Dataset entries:
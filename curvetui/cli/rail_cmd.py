"""``curvetui check rail``: one rail curve against cant limits."""

from __future__ import annotations

import argparse
from typing import TYPE_CHECKING

from curvetui.cli import geometry_opts as geo
from curvetui.cli.common import add_units_option, console, print_caution

if TYPE_CHECKING:
    from curvetui.core.units import UnitSystem

# The engine, the limits and Rich are imported in the functions that use them (see road_cmd).


def add_parser(check_sub) -> None:
    p = check_sub.add_parser("rail", help="check one rail-track curve")
    p.add_argument("--speed", required=True, help="speed of the fastest train (km/h or mph)")
    p.add_argument("--radius", required=True, help="radius (m or ft)")
    p.add_argument("--cant", required=True, help="applied cant (mm, or in with --units us)")
    p.add_argument("--low-speed", help="speed of the slowest train, for cant excess")
    p.add_argument("--gauge", help="track gauge in mm (1435, 1520, 1600, 1668, 1067, 1000 ...)")
    p.add_argument("--limits", help="rail limits by name or .toml path (see `curvetui tables`)")
    add_units_option(p)
    p.add_argument("--json", action="store_true", help="print one JSON object")
    geo.add_geometry_options(p, sight=False)
    p.set_defaults(run=run)


def run(args: argparse.Namespace) -> int:
    from curvetui.bends import RAIL_INPUTS, evaluate_rail
    from curvetui.core.units import unit_system
    from curvetui.tables import rail_limits

    units = unit_system(args.units)
    limits = rail_limits(args.limits, units.name)
    return geo.run_check(
        args,
        RAIL_INPUTS,
        lambda raw: evaluate_rail(raw, units, limits),
        lambda r: print_rail(r, units),
    )


def print_rail(record: dict, units: UnitSystem) -> None:
    from rich.table import Table

    from curvetui.results import RAIL_FIELDS, unit_label

    out = console()
    low = f", slow train {record['low_speed']:g}" if record.get("low_speed") else ""
    grid = Table(
        title=f"Rail curve: {record['speed']:g} {units.speed_label}{low}, R {record['radius']:g} "
        f"{units.length_label}, cant {record['cant']:g} {units.cant_label}",
        caption=f"limits: {record['limits']}",
    )
    grid.add_column("Quantity")
    grid.add_column("Value", justify="right")
    grid.add_column("Unit")
    for key, (label, kind) in RAIL_FIELDS.items():
        value = record.get(key)
        shown = "-" if value is None else f"{value:,.2f}" if abs(value) < 100 else f"{value:,.1f}"
        grid.add_row(label, shown, unit_label(kind, units))
    out.print(grid)
    from curvetui.cli.road_cmd import print_parts

    print_parts(out, record, units)
    colour = "red" if record["status"] == "fail" else "green"
    out.print(f"Status: [bold {colour}]{record['status'].upper()}[/]")
    for message in record["messages"]:
        out.print(f"  - {message}", markup=False)
    print_caution(out)
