"""The ``curvetui`` command line: one parser, a sub-command per job."""

from __future__ import annotations

import argparse
import os
import sys
from pathlib import Path

from curvetui import __version__
from curvetui.inputs import InputError
from curvetui.screen_text import clean

# Each sub-command's module imports what its run needs when it runs (the engine, Rich,
# pyarrow, jsonschema, Textual), and main() builds only the sub-command given, so a start
# imports that sub-command's module and not the others.


class _Parser(argparse.ArgumentParser):
    """An argument parser whose errors are one line and exit code 2."""

    def error(self, message: str):  # noqa: D401 - argparse hook
        sys.stderr.write(clean(f"{self.prog}: error: {message}", one_line=True) + "\n")
        raise SystemExit(2)


def build_parser(command: str | None = None) -> argparse.ArgumentParser:
    """The parser of every sub-command; with ``command`` (a sub-command's name) only that
    one's, so that only its module is imported."""
    from curvetui.cli import project_cmd

    def wanted(name: str) -> bool:
        return command is None or command == name

    parser = _Parser(
        prog="curvetui",
        description="Design and check horizontal road bends and railway-track curves. "
        "Local road or rail authority standards govern; a qualified engineer must check "
        "every result.",
        epilog="`curvetui FILE` opens FILE, a project (.json) or a CSV file of bends (.csv, "
        ".tsv), as `curvetui open FILE` does; opening never creates a file: `curvetui new "
        "FILE.json` starts a project. Any other unknown first word is an error.",
    )
    parser.add_argument("--version", action="version", version=f"curvetui {__version__}")
    sub = parser.add_subparsers(dest="command", parser_class=_Parser)
    if wanted("check"):
        from curvetui.cli import rail_cmd, road_cmd

        check = sub.add_parser("check", help="check one bend, or every bend of a project")
        check_sub = check.add_subparsers(dest="kind", parser_class=_Parser)
        road_cmd.add_parser(check_sub)
        rail_cmd.add_parser(check_sub)
        project_cmd.add_check_project(check)
    if wanted("tables"):
        from curvetui.cli import tables_cmd

        tables_cmd.add_parser(sub)
    if wanted("setout"):
        from curvetui.cli import setout_cmd

        setout_cmd.add_parser(sub)
    if wanted("open"):
        project_cmd.add_open_parser(sub)
    if wanted("new"):
        project_cmd.add_new_parser(sub)
    if wanted("sheet"):
        from curvetui.cli import sheet_cmd

        sheet_cmd.add_parser(sub)
    if wanted("batch"):
        from curvetui.cli import batch_cmd

        batch_cmd.add_parser(sub)
    if wanted("crossfall"):
        from curvetui.cli import crossfall_cmd

        crossfall_cmd.add_parser(sub)
    if wanted("design"):
        from curvetui.cli import design_cmd

        design_cmd.add_parser(sub)
    if wanted("landxml"):
        from curvetui.cli import landxml_cmd

        landxml_cmd.add_parser(sub)
    if wanted("realign"):
        from curvetui.cli import realign_cmd

        realign_cmd.add_parser(sub)
    if wanted("find-curves"):
        from curvetui.cli import find_curves_cmd

        find_curves_cmd.add_parser(sub)
    return parser


def _project_error() -> type[Exception]:
    """ProjectError. An except clause's class is looked up only when an exception reaches
    it, so a command that reads no project file never imports the project modules."""
    from curvetui.storage.project.files import ProjectError

    return ProjectError


def _unknown_command(word: str, commands) -> int:
    """An unknown first word: one line naming the closest command, exit code 2."""
    import difflib

    from curvetui.cli.common import printable

    names = sorted(c for c in commands if not c.startswith("-"))
    close = difflib.get_close_matches(word, names, n=1, cutoff=0.6)
    hint = f"; did you mean '{close[0]}'?" if close else ""
    sys.stderr.write(
        f"curvetui: error: unknown command '{printable(word)}'{hint} (commands: "
        f"{', '.join(names)}; to open a file, give its path: FILE.json or FILE.csv)\n"
    )
    return 2


def _table_error() -> type[Exception]:
    """TableError, looked up as ProjectError is (its module imports numpy)."""
    from curvetui.storage.tables import TableError

    return TableError


INTERNAL_ERROR = 3  # a defect in curvetui, never bad input nor a failed check


def main(argv: list[str] | None = None) -> int:
    """Run the command line; returns the exit code (0 pass, 1 a check failed, 2 bad input,
    3 an internal error: a defect, reported in one line instead of a traceback)."""
    # The engine's numpy work is elementwise and never calls BLAS, yet OpenBLAS starts a
    # thread per core when numpy is imported, and those threads spin: measured with
    # benchmarks/app_startup.py, the app's CPU time to its first results fell from 3.2x to
    # 2.5x a minimal Textual app with one BLAS thread. A value the user set is kept.
    os.environ.setdefault("OPENBLAS_NUM_THREADS", "1")
    try:
        return _main(argv)
    except KeyboardInterrupt:
        sys.stderr.write("curvetui: interrupted\n")
        return 130
    except Exception as exc:  # noqa: BLE001 - the last resort: every cause is fixed where it arises
        tb = exc.__traceback__
        while tb is not None and tb.tb_next is not None:
            tb = tb.tb_next
        where = f" at {Path(tb.tb_frame.f_code.co_filename).name}:{tb.tb_lineno}" if tb else ""
        sys.stderr.write(
            f"curvetui: internal error ({type(exc).__name__}{where}); this is a defect in "
            "curvetui, not in your input: please report it with the command that caused it\n"
        )
        return INTERNAL_ERROR


def _main(argv: list[str] | None) -> int:
    argv = list(sys.argv[1:] if argv is None else argv)
    from curvetui.cli import project_cmd

    # `curvetui FILE` opens a file: route it before argparse sees an unknown command. Any
    # other first word is a mistyped command: refused, nothing created.
    if argv and not argv[0].startswith("-") and argv[0] not in project_cmd.COMMANDS:
        if not project_cmd.looks_like_file(argv[0]):
            return _unknown_command(argv[0], project_cmd.COMMANDS)
        argv = ["open", *argv]
    # the sub-command named first is the only one built; with none (an option such as
    # --help or --version first, or no words) every sub-command is, for the help and errors
    command = argv[0] if argv and not argv[0].startswith("-") else None
    parser = build_parser(command)
    args = parser.parse_args(argv)
    if not getattr(args, "run", None):
        parser.print_help()
        return 0
    try:
        return _run(args)
    finally:
        if command != "tables" or getattr(args, "json", False):
            _warn_skipped()


def _warn_skipped() -> None:
    """A warning line for each user table file left out (`curvetui tables` lists them)."""
    files = sys.modules.get("curvetui.storage.table_files")
    if files is None or sys.stderr is None or sys.stderr.closed:
        return  # no table was loaded, or the reader went away (a closed pipe)
    from curvetui.cli.common import printable

    for path, why in files.skipped_files().items():
        sys.stderr.write(f"curvetui: warning: {printable(path)}: skipped, {printable(why)}\n")


def _run(args) -> int:
    """The sub-command's run, its errors as one line and exit code 2."""
    try:
        return int(args.run(args))
    except _project_error() as exc:
        from curvetui.cli.project_cmd import report_problems

        return report_problems(exc)
    except (InputError, _table_error()) as exc:
        sys.stderr.write(clean(f"curvetui: error: {exc}") + "\n")
        return 2
    except BrokenPipeError:
        # the reader (e.g. `head`) closed the pipe: stop quietly, as shell tools do
        sys.stderr.close()
        return 0
    except OSError as exc:
        where = exc.filename or "file"
        sys.stderr.write(clean(f"curvetui: error: {where}: {exc.strerror or exc}") + "\n")
        return 2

**YOUR ASSIGNMENT:**
Write out, from the lines above, only those from the line with "from curvetui.cli.road_cmd import" to the line with "name) only that", exactly as given, including the first and the last.

**OUTPUT BELOW:**
    from curvetui.cli.road_cmd import print_parts

    print_parts(out, record, units)
    colour = "red" if record["status"] == "fail" else "green"
    out.print(f"Status: [bold {colour}]{record['status'].upper()}[/]")
    for message in record["messages"]:
        out.print(f"  - {message}", markup=False)
    print_caution(out)
"""The ``curvetui`` command line: one parser, a sub-command per job."""

from __future__ import annotations

import argparse
import os
import sys
from pathlib import Path

from curvetui import __version__
from curvetui.inputs import InputError
from curvetui.screen_text import clean

# Each sub-command's module imports what its run needs when it runs (the engine, Rich,
# pyarrow, jsonschema, Textual), and main() builds only the sub-command given, so a start
# imports that sub-command's module and not the others.


class _Parser(argparse.ArgumentParser):
    """An argument parser whose errors are one line and exit code 2."""

    def error(self, message: str):  # noqa: D401 - argparse hook
        sys.stderr.write(clean(f"{self.prog}: error: {message}", one_line=True) + "\n")
        raise SystemExit(2)


def build_parser(command: str | None = None) -> argparse.ArgumentParser:
    """The parser of every sub-command; with ``command`` (a sub-command's name) only that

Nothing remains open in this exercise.